I don't dispute this in theory, but the facts are that I still believe the KJV to be the best available today. As I said I have no issues with the edition made to the KJV in 1769. 

But the flip side of that is that you have a lot of people just wanting change for the sake of changes, or wanting to distance themselves from those whom they label "KJVO".


----------



## Logan

Fogetaboutit said:


> I do believe the later edition to be more accurate since as I see the previous one being stepping stone for the later ones



Out of curiousity, is this Scrivener's?


----------



## Fogetaboutit

Logan said:


> Fogetaboutit said:
> 
> 
> 
> I do believe the later edition to be more accurate since as I see the previous one being stepping stone for the later ones
> 
> 
> 
> 
> Out of curiousity, is this Scrivener's?
Click to expand...


From my understanding it was reversed engineered by examining the texts that would have been available to the KJV translators (mainly the Stephanus and Beza editions I believe). So would it be considered a "new" edition?
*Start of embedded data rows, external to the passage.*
/// `[output] geojson_exports = false` writes no exports and removes those an earlier run left;
/// the report says it wrote none.
#[test]
fn exports_can_be_turned_off() {
    let d = tempfile::tempdir().unwrap();
    // The demo's project with its inputs' paths made absolute, in a folder of its own.
    let project = super::demo_project_with_absolute_paths()
        .replace("dir = \"out\"", "dir = \"out\"\ngeojson_exports = false");
    let p = d.path().join("project.toml");
    std::fs::write(&p, project).unwrap();
    let out = d.path().join("out");
    std::fs::create_dir_all(&out).unwrap();
    std::fs::write(
        out.join("failing-soundings.geojson"),
        "left by an earlier run",
    )
    .unwrap();
    let o = ebbwise(&[
        "reduce",
        p.to_str().unwrap(),
        "--out",
        out.to_str().unwrap(),
        "--no-progress",
    ]);
    assert_eq!(o.status.code(), Some(1), "{}", stderr(&o));
    assert!(
        stderr(&o).contains("exports (GeoJSON): not written ([output] geojson_exports = false)")
    );
    assert!(!out.join("failing-soundings.geojson").exists());
    assert!(!out.join("unreduced-soundings.geojson").exists());
    let report: serde_json::Value =
        serde_json::from_slice(&std::fs::read(out.join("qa-report.json")).unwrap()).unwrap();
    assert_eq!(report["exports"], serde_json::json!([]));
    // No part file is left either.
    let left: Vec<_> = std::fs::read_dir(&out)
        .unwrap()
        .filter_map(Result::ok)
        .map(|e| e.file_name().to_string_lossy().into_owned())
        .filter(|n| n.starts_with('.'))
        .collect();
    assert!(left.is_empty(), "{left:?}");
}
Or a compilation of previous editions? I see it more as a republication of older editions.

I believe the content is very similar, if not just about identical (I can't read Greek and I have never observed these myself so I will not be too assertive), but from what I read from others who are more familiar with this edition it is very faithful to previous editions.


----------



## Logan

Backwoods Presbyterian said:


> In the sense most are using "vulgar" the KJV itself was not "vulgar" in 1611 let alone in 1646.
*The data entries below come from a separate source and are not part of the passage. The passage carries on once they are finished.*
/** The form fields of `POST /api/captures/import` (multipart: these fields first, then `file`). */
export const CaptureImportFields = z.object({
  dutId: z.coerce.number().int().positive(),
  checkpointId: z.coerce.number().int().positive(),
  gateTime: z.coerce
    .number()
    .finite()
    .min(0.001, 'must be at least 1 ms')
    .max(1000, 'must be at most 1000 s'),
  deadTime: z.coerce.number().finite().min(0).max(1000).optional(),
  timeColumn: ColumnRef.default('1'),
  valueColumn: ColumnRef.default('2'),
  timeFormat: z.enum(TIME_FORMATS).default('seconds'),
  /** Unit of values written without one (cells such as `16.000012 MHz` carry their own). Default: the DUT's unit. */
  unit: Text({ min: 1, max: 20 }).optional(),
  decimalSeparator: z.enum(['.', ',']).default('.'),
  delimiter: z
    .string()
    .transform((d) => (d === 'tab' || d === '\\t' ? '\t' : d))
    .pipe(z.enum(DELIMITERS))
    .default('auto'),
  /** Lines to skip before anything is read (a header block the automatic rules do not recognise). */
  skipLines: z.coerce.number().int().min(0).max(10_000).default(0),
  referenceId: z.coerce.number().int().positive().optional(),
  instrumentId: z.coerce.number().int().positive().optional(),
  ambientC: z.coerce.number().finite().min(-60).max(150).optional(),
  notes: Text({ max: 5000, trim: false }).optional(),
  /** A key the client chose, to follow the server's progress at `GET /api/captures/import/progress/:key`. */
  progressKey: z
    .string()
    .regex(/^[A-Za-z0-9_-]{8,64}$/, 'letters, digits, - and _, 8 to 64 characters')
    .optional(),
});
export type CaptureImportFields = z.infer<typeof CaptureImportFields>;

/** Answer of a successful import. */
export const CaptureImportResult = z.object({
  id: z.number().int().positive(),
  readings: z.number().int(),
});
export type CaptureImportResult = z.infer<typeof CaptureImportResult>;

/** 'unknown': no import under this key for this user (not started yet, or long over). */
export const IMPORT_PHASES = [
  'unknown',
  'receiving',
  'storing',
  'finishing',
  'done',
  'failed',
] as const;
export type ImportPhase = (typeof IMPORT_PHASES)[number];
export const ImportProgress = z.object({
  phase: z.enum(IMPORT_PHASES),
  /** Rows read so far (all of them once storing starts). */
  rows: z.number().int(),
  /** Readings stored so far. */
  stored: z.number().int(),
});
export type ImportProgress = z.infer<typeof ImportProgress>;

/** What a bad line is reported as (the 400's details). */
export interface ImportLineProblem {
  line: number;
  column: string;
  reason: string;
}

export class ImportLineError extends Error {
  readonly problem: ImportLineProblem;
  constructor(problem: ImportLineProblem) {
    super(`line ${problem.line}, column ${problem.column}: ${problem.reason}`);
    this.name = 'ImportLineError';
    this.problem = problem;
  }
}

/** The quantity a DUT's unit measures (Hz → frequency, mg → acceleration …); counts when unknown. */
export function quantityOfUnit(unit: string): Exclude<Quantity, 'time'> {
  const q = resolveUnit(unit)?.quantity;
  return q && q !== 'time' ? q : 'counts';
}

const BARE_NUMBER = /^[+-]?(?:\d+\.?\d*|\.\d+)(?:[eE][+-]?\d+)?$/;
const LOOKS_NUMERIC = /^\s*[+-]?(?:\d|\.\d)/;
const COMMENT = /^\s*(?:#|;|\/\/|%|!)/;
const KEY_VALUE = /^\s*[A-Za-z][^:=]{0,60}[:=]/;
const ISO =
  /^(\d{4})-(\d{2})-(\d{2})[T ](\d{2}):(\d{2}):(\d{2})(?:[.,](\d{1,12}))?\s*(Z|[+-]\d{2}:?\d{2})?$/;
const HMS = /^(\d{1,2}):(\d{2}):(\d{2})(?:[.,](\d{1,12}))?$/;

export interface ImportReaderOptions {
  timeColumn: string;
  valueColumn: string;
  timeFormat: TimeFormat;
  /** Unit of bare values; the DUT's unit when absent. */
  unit?: string;
  decimalSeparator: '.' | ',';
  skipLines: number;
  /** Seconds between readings (gate + dead time), for timeFormat 'none'. */
  tau0: number;
  /** The DUT's unit: values are stored in it. */
  dutUnit: string;
  maxRows?: number;
}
I'm wondering if this is true? As an example, Owen wrote in a similar style and wouldn't the common person have at least been familiar with the language as part of the plays (Shakespeare's for example). Perhaps it was literary English? They may not have spoken that way but read that way? Just wondering.

Pure speculation but perhaps its lack of "vulgarity" was one of the reasons behind the Westminster Assembly considering a revision.


----------



## MW

sevenzedek said:


> armourbearer said:
> 
> 
> 
> I recommend it to others.
> 
> 
> 
> 
> At the expense of their understanding?
Click to expand...


I don't accept the premise of the question. There is no sacrifice of understanding. There is, rather, the value that what is understood is the word of God. This is much to be preferred to a loose human accommodation of the word of God.



sevenzedek said:


> You keep saying that the AV is written in English, and who can argue with that? It is! But one must confess that, while the AV is written in English, the syntax is hardly the vulgar tongue of the day.
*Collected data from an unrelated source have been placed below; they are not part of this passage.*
describe('review and sign-off in the browser', () => {
  beforeAll(async () => {
    server = await startTestServer();
    browser = await launchChromium();
    const technician = await apiAs(server.url, 'technician');
    lead = (await apiAs(server.url, 'lead')).session;
    engineer = (await apiAs(server.url, 'engineer')).session;
    admin = (await apiAs(server.url, 'admin')).session;
    const study = await technician.call<{
      checkpoints: Array<{ id: number; order: number }>;
      duts: Array<{ id: number; label: string }>;
    }>('GET', '/api/studies/1');
    const checkpoints = [...study.checkpoints].sort((a, b) => a.order - b.order);
    const fork = study.duts.find((d) => d.label.startsWith('Y3'))!.id;
    const crystal = study.duts.find((d) => d.label.startsWith('Y1'))!.id;
    const offsets = [0, 0.1, 2.5];
    for (let i = 0; i < 3; i++)
      await recordCapture(technician.call, fork, checkpoints[i].id, offsets[i], 41 + i);
    await recordCapture(technician.call, crystal, checkpoints[0].id, 0, 51, 16_000_000);
  });

  afterAll(async () => {
    await browser?.close();
    await server?.stop();
  });

  it('takes files by drag and drop with progress, shows image thumbnails, and shows the seal on the capture page', async () => {
    const { page, errors } = await studyPage(engineer);
    await page.locator('[data-testid="drop-zone"]').scrollIntoViewIfNeeded();
    // A real drop: a DataTransfer holding a PNG made by a canvas in the page.
    // (A string, not a function: the Node project's types have no DOM.)
    await page.evaluate(`(async () => {
      const canvas = document.createElement('canvas');
      canvas.width = 64;
      canvas.height = 48;
      const g = canvas.getContext('2d');
      g.fillStyle = '#2d6e4f';
      g.fillRect(0, 0, 64, 48);
      g.fillStyle = '#c8a24a';
      g.fillRect(20, 14, 24, 20);
      const blob = await new Promise((resolve) => canvas.toBlob((b) => resolve(b), 'image/png'));
      const dt = new DataTransfer();
      dt.items.add(new File([blob], 'board-top.png', { type: 'image/png' }));
      const zone = document.querySelector('[data-testid="drop-zone"]');
      zone.dispatchEvent(new DragEvent('dragenter', { dataTransfer: dt, bubbles: true, cancelable: true }));
      zone.dispatchEvent(new DragEvent('drop', { dataTransfer: dt, bubbles: true, cancelable: true }));
    })()`);
    await page
      .locator('[data-testid="attachments"] img[alt="Thumbnail of board-top.png"]')
      .waitFor();
    expect(await page.locator('[data-testid="attachments"]').innerText()).toContain(
      'Emil Engineer',
    );
    // A printout for the baseline checkpoint, chosen as the target, through the file picker.
    await page.locator('[data-testid="attach-target"]').click();
    await page
      .locator('.el-select-dropdown__item:visible', { hasText: 'Checkpoint: Baseline' })
      .click();
    await page.locator('[data-section="attachments"] input[type="file"]').setInputFiles({
      name: 'baseline-printout.csv',
      mimeType: 'text/csv',
      buffer: Buffer.from('seq,value\n0,32768.0001\n'),
    });
    await page.locator('[data-testid="attachments"] >> text=baseline-printout.csv').waitFor();
    expect(await page.locator('[data-testid="attachments"]').innerText()).toContain(
      'Checkpoint: Baseline',
    );
    await page
      .locator('[data-section="attachments"]')
      .screenshot({ path: path.join(RESULTS, 'attachments.png') });
    expect(errors).toEqual([]);
    await page.context().close();

    const captures = await apiAs(server.url, 'viewer').then((v) =>
      v.call<{ captures: Array<{ id: number }> }>('GET', '/api/captures?studyId=1'),
    );
    const c = await openAs(engineer);
    await c.page.goto(`${server.url}/captures/${captures.captures[0].id}`);
    await c.page.locator('[data-testid="seal"][data-state="ok"]').waitFor();
    expect(await c.page.locator('[data-testid="seal"]').innerText()).toMatch(
      /Sealed ✓\s+SHA-256 [0-9a-f]{64}/,
    );
    // A file chosen with the picker goes to the capture.
    await c.page.locator('[data-section="attachments"] input[type="file"]').setInputFiles({
      name: 'counter-printout.pdf',
      mimeType: 'application/pdf',
      buffer: Buffer.from('%PDF-1.4\n1 0 obj << >> endobj\ntrailer << >>\n%%EOF\n'),
    });
    await c.page.locator('[data-testid="attachments"] >> text=counter-printout.pdf').waitFor();
    await c.page.screenshot({ path: path.join(RESULTS, 'capture-seal.png'), fullPage: true });
    expect(c.errors).toEqual([]);
    await c.page.context().close();
  });

  it('lets the engineer submit the running study with a note', async () => {
    const { page, errors } = await studyPage(engineer);
    expect(await statusTag(page)).toBe('Running');
    expect(
      await page.locator('[data-section="review"] button[data-action="approve"]').count(),
    ).toBe(0);
    await reviewStep(page, 'submit', {
      text: 'Three checkpoints of Y3 measured; the over-exposure shows.',
    });
    await expect.poll(() => statusTag(page)).toBe('In review');
    // Locked: planning and capture controls are gone.
    expect(await page.locator('button:has-text("Add checkpoint")').count()).toBe(0);
    expect(await page.locator('button:has-text("Capture on the bench")').count()).toBe(0);
    expect(await page.locator('[data-testid="drop-zone"]').count()).toBe(0);
    expect(errors).toEqual([]);
    await page.context().close();
  });

  it('lets the lead return it with a comment, which the engineer then reads', async () => {
    const { page, errors } = await studyPage(lead);
    expect(await statusTag(page)).toBe('In review');
    // The comment is required: an empty return is refused in the dialog.
    await page.click('[data-section="review"] button[data-action="return"]');
    const dialog = page.locator('.el-dialog:visible');
    await dialog.locator('button[data-action="confirm-review"]').click();
    await dialog.locator('text=Say what must change').waitFor();
    await page.screenshot({ path: path.join(RESULTS, 'review-return-dialog.png') });
    await dialog
      .locator('textarea[name="text"]')
      .fill('Record the bake checkpoint for Y3 before sign-off.');
    await dialog.locator('button[data-action="confirm-review"]').click();
    await dialog.waitFor({ state: 'hidden' });
    await expect.poll(() => statusTag(page)).toBe('Returned');
    expect(errors).toEqual([]);
    await page.context().close();

    const e = await studyPage(engineer);
    expect(await e.page.locator('[data-testid="return-comment"]').innerText()).toContain(
      'Record the bake checkpoint for Y3 before sign-off.',
    );
    expect(await e.page.locator('button:has-text("Add checkpoint")').count()).toBe(1);
    await e.page
      .locator('[data-section="review"]')
      .screenshot({ path: path.join(RESULTS, 'review-returned.png') });
    await e.page.context().close();
  });

  it('prints the returned study with a "not approved" watermark on every page and page numbers', async () => {
    const out = await printReport(engineer, 'report-returned');
    expect(out.text).toContain(TITLE);
    expect(out.text).toMatch(/NOT\s+APPROVED/);
    expect(out.pages).toBeGreaterThan(1);
    expect(out.text).toContain(`Page 1 of ${out.pages}`);
    // The watermark is on every page (first page counted twice: once alone, once in the whole text).
    expect((out.text.match(/NOT\s+APPROVED/g) ?? []).length).toBeGreaterThanOrEqual(out.pages + 1);
  });

  it('lets the engineer resubmit and the lead approve with the password', async () => {
    const e = await studyPage(engineer);
    await reviewStep(e.page, 'submit', {
      text: 'Bake is scheduled for next week; approve the wash result now.',
    });
    await expect.poll(() => statusTag(e.page)).toBe('In review');
    await e.page.context().close();

    const w = await openPage(browser, {
      viewport: { width: 1360, height: 900 },
      session: lead,
      ignoreErrors: [/status of 403/],
    });
    const { page, errors } = w;
    await page.goto(`${server.url}/studies/1`);
    await page.waitForSelector('[data-section="review"] [data-testid="review-history"]');
    // A wrong password is refused and says so.
    await page.click('[data-section="review"] button[data-action="approve"]');
    const dialog = page.locator('.el-dialog:visible');
    await dialog.locator('input[name="password"]').fill('not-my-password');
    await dialog.locator('button[data-action="confirm-review"]').click();
    await dialog.locator('text=The password does not match').waitFor();
    await dialog.locator('input[name="password"]').fill(DEMO_PASSWORD);
    await dialog
      .locator('textarea[name="text"]')
      .fill('Wash qualified; over-exposure limit noted.');
    await page.screenshot({ path: path.join(RESULTS, 'review-approve-dialog.png') });
    await dialog.locator('button[data-action="confirm-review"]').click();
    await dialog.waitFor({ state: 'hidden' });
    await expect.poll(() => statusTag(page)).toBe('Approved');

    const history = page.locator('[data-testid="review-history"] li');
    await expect.poll(() => history.count()).toBe(4);
    const steps = await history.evaluateAll((els) =>
      els.map((el) => el.getAttribute('data-action')),
    );
    expect(steps).toEqual(['approve', 'submit', 'return', 'submit']);
    expect(await history.nth(0).innerText()).toContain('Lena Lead');
    expect(await history.nth(2).innerText()).toContain('Record the bake checkpoint');
    expect(
      await page.locator('[data-section="review"] button[data-action="reopen"]').isVisible(),
    ).toBe(true);
    await page.locator('[data-testid="audit-trail"]').waitFor();
    expect(await page.locator('[data-testid="audit-trail"]').innerText()).toContain(
      'study.approve',
    );
    await page.screenshot({ path: path.join(RESULTS, 'review-approved.png'), fullPage: true });
    expect(errors).toEqual([]);
    await page.context().close();
  });

  it('prints the approved report with the title, the seals, the history and no watermark', async () => {
    const out = await printReport(lead, 'report-approved');
    expect(out.text).toContain(TITLE);
    expect(out.text).not.toMatch(/NOT\s+APPROVED/);
    expect(out.text).toContain('Approved for revision 1 by');
    expect(out.text).toContain('Decision rule');
    expect(out.text).toContain('Seals of the captures used');
    const captures = await apiAs(server.url, 'viewer').then((v) =>
      v.call<{ captures: Array<{ id: number }> }>('GET', '/api/captures?studyId=1'),
    );
    const seal = await apiAs(server.url, 'viewer').then((v) =>
      v.call<{ sha256: string }>('GET', `/api/captures/${captures.captures[0].id}/seal`),
    );
    expect(out.text.replace(/\s+/g, '')).toContain(seal.sha256);
    expect(out.text).toContain(`Page ${out.pages} of ${out.pages}`);
    // The approved revision is kept as it was approved.
    const again = await printReport(lead, 'report-revision-1', '?revision=1');
    expect(again.text).toContain('Approved for revision 1 by');
  });

  it('prints on Letter paper when Letter is chosen, A4 otherwise', async () => {
    const { page, errors } = await openAs(lead);
    await page.goto(`${server.url}/studies/1/report`);
    await page.waitForSelector('[data-testid="report"]');
    const sizeOf = async (name: string) => {
      const file = path.join(RESULTS, `${name}.pdf`);
      writeFileSync(file, await page.pdf({ preferCSSPageSize: true, printBackground: true }));
      const m = /Page size:\s+([\d.]+) x ([\d.]+) pts/.exec(
        execFileSync('pdfinfo', [file]).toString('utf8'),
      );
      return [Number(m?.[1]), Number(m?.[2])];
    };
    // A4 is 595.28 × 841.89 pt and Letter 612 × 792 pt (ISO 216; ANSI letter, 8.5 × 11 in);
    // Chromium rounds page sizes to its pixel grid, so within 1 pt.
    const [aw, ah] = await sizeOf('report-a4');
    expect(Math.abs(aw - 595.28)).toBeLessThan(1);
    expect(Math.abs(ah - 841.89)).toBeLessThan(1);
    await page.locator('label:has-text("Letter")').click();
    const [lw, lh] = await sizeOf('report-letter');
    expect(Math.abs(lw - 612)).toBeLessThan(1);
    expect(Math.abs(lh - 792)).toBeLessThan(1);
    expect(errors).toEqual([]);
    await page.context().close();
  });

  it('shows the admin the e-mails on the Outbox page', async () => {
    // The worker delivers through the local mail service in the server process.
    await server.server.mailWorker!.deliverDue();
    const { page, errors } = await openAs(admin);
    await page.goto(`${server.url}/outbox`);
    await page.waitForSelector('[data-testid="outbox"]');
    const text = await page.locator('[data-testid="outbox"]').innerText();
    expect(text).toContain(`lead@${DEMO_DOMAIN}`);
    expect(text).toContain('was approved');
    expect(text).toContain('was returned');
    await page.screenshot({ path: path.join(RESULTS, 'outbox.png'), fullPage: true });
    await page.click('text=Received by the local mail service');
    await page.waitForSelector('[data-testid="received"]');
    expect(await page.locator('[data-testid="received"]').innerText()).toContain(
      'Record the bake checkpoint for Y3 before sign-off.',
    );
    await page.click('button[data-action="verify"]');
    await page.locator('text=Intact:').waitFor();
    expect(errors).toEqual([]);
    await page.context().close();
  });
  it('shows a red integrity warning on the capture page, the matrix and the captures list once a sealed reading changes in SQL', async () => {
    const captures = await apiAs(server.url, 'viewer').then((v) =>
      v.call<{ captures: Array<{ id: number; dutId: number }> }>('GET', '/api/captures?studyId=1'),
    );
    const id = captures.captures[0].id;
    await server.server.db.pool.query(
      'UPDATE readings SET value = value * (1 + 1e-9) WHERE capture_id = $1 AND seq = 10',
      [id],
    );
    const { page, errors } = await openAs(lead);
    await page.goto(`${server.url}/captures/${id}`);
    await page.locator('[data-testid="seal"][data-state="broken"]').waitFor();
    expect(await page.locator('[data-testid="seal"] [role="alert"]').innerText()).toContain(
      'Integrity warning',
    );
    await page
      .locator('[data-section="seal"]')
      .screenshot({ path: path.join(RESULTS, 'seal-broken.png') });
    await page.goto(`${server.url}/studies/1`);
    await page.locator('[data-testid="cell-seal-broken"]').first().waitFor();
    await page.goto(`${server.url}/captures`);
    await page.locator('.captures__seal-broken').first().waitFor();
    expect(errors).toEqual([]);
    await page.context().close();
  });
});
The syntax wasn't the vulgar tongue of 1611. Your requirement of non-biblical syntax demands that a translator must compromise the integrity of the word of God in order to give the people the word of God "in their own language." Very sad!


----------



## MW

Semper Fidelis said:


> 1. The perfect collection of Greek manuscripts collected in such a way as to never need to perform any more textual work based on the interpolated choices of the KJV translators from the manuscripts they had at their disposal.



Textual work proceeds apace in its own domain and is valued while the scholars keep to their own field and do not trespass on other fields. But the conjectures of textual critics are no basis for overturning the well established text of the reformed tradition.



Semper Fidelis said:


> 2. Men who were theologically all in accord as to a Reformed hermeneutic and well trained in theology.



Philippians 1:27.



Semper Fidelis said:


> 3. Men who had a particular translation philosophy.



This simply follows from being reformed.



Semper Fidelis said:


> 4. men whose work was sanctioned by the Church and received.



This must inevitably apply to any translation which is taken up and used by the church.



Semper Fidelis said:


> If he can allow the Church to continue her march for 1611 years without a "best" English translation then He can continue to do so now and in the future.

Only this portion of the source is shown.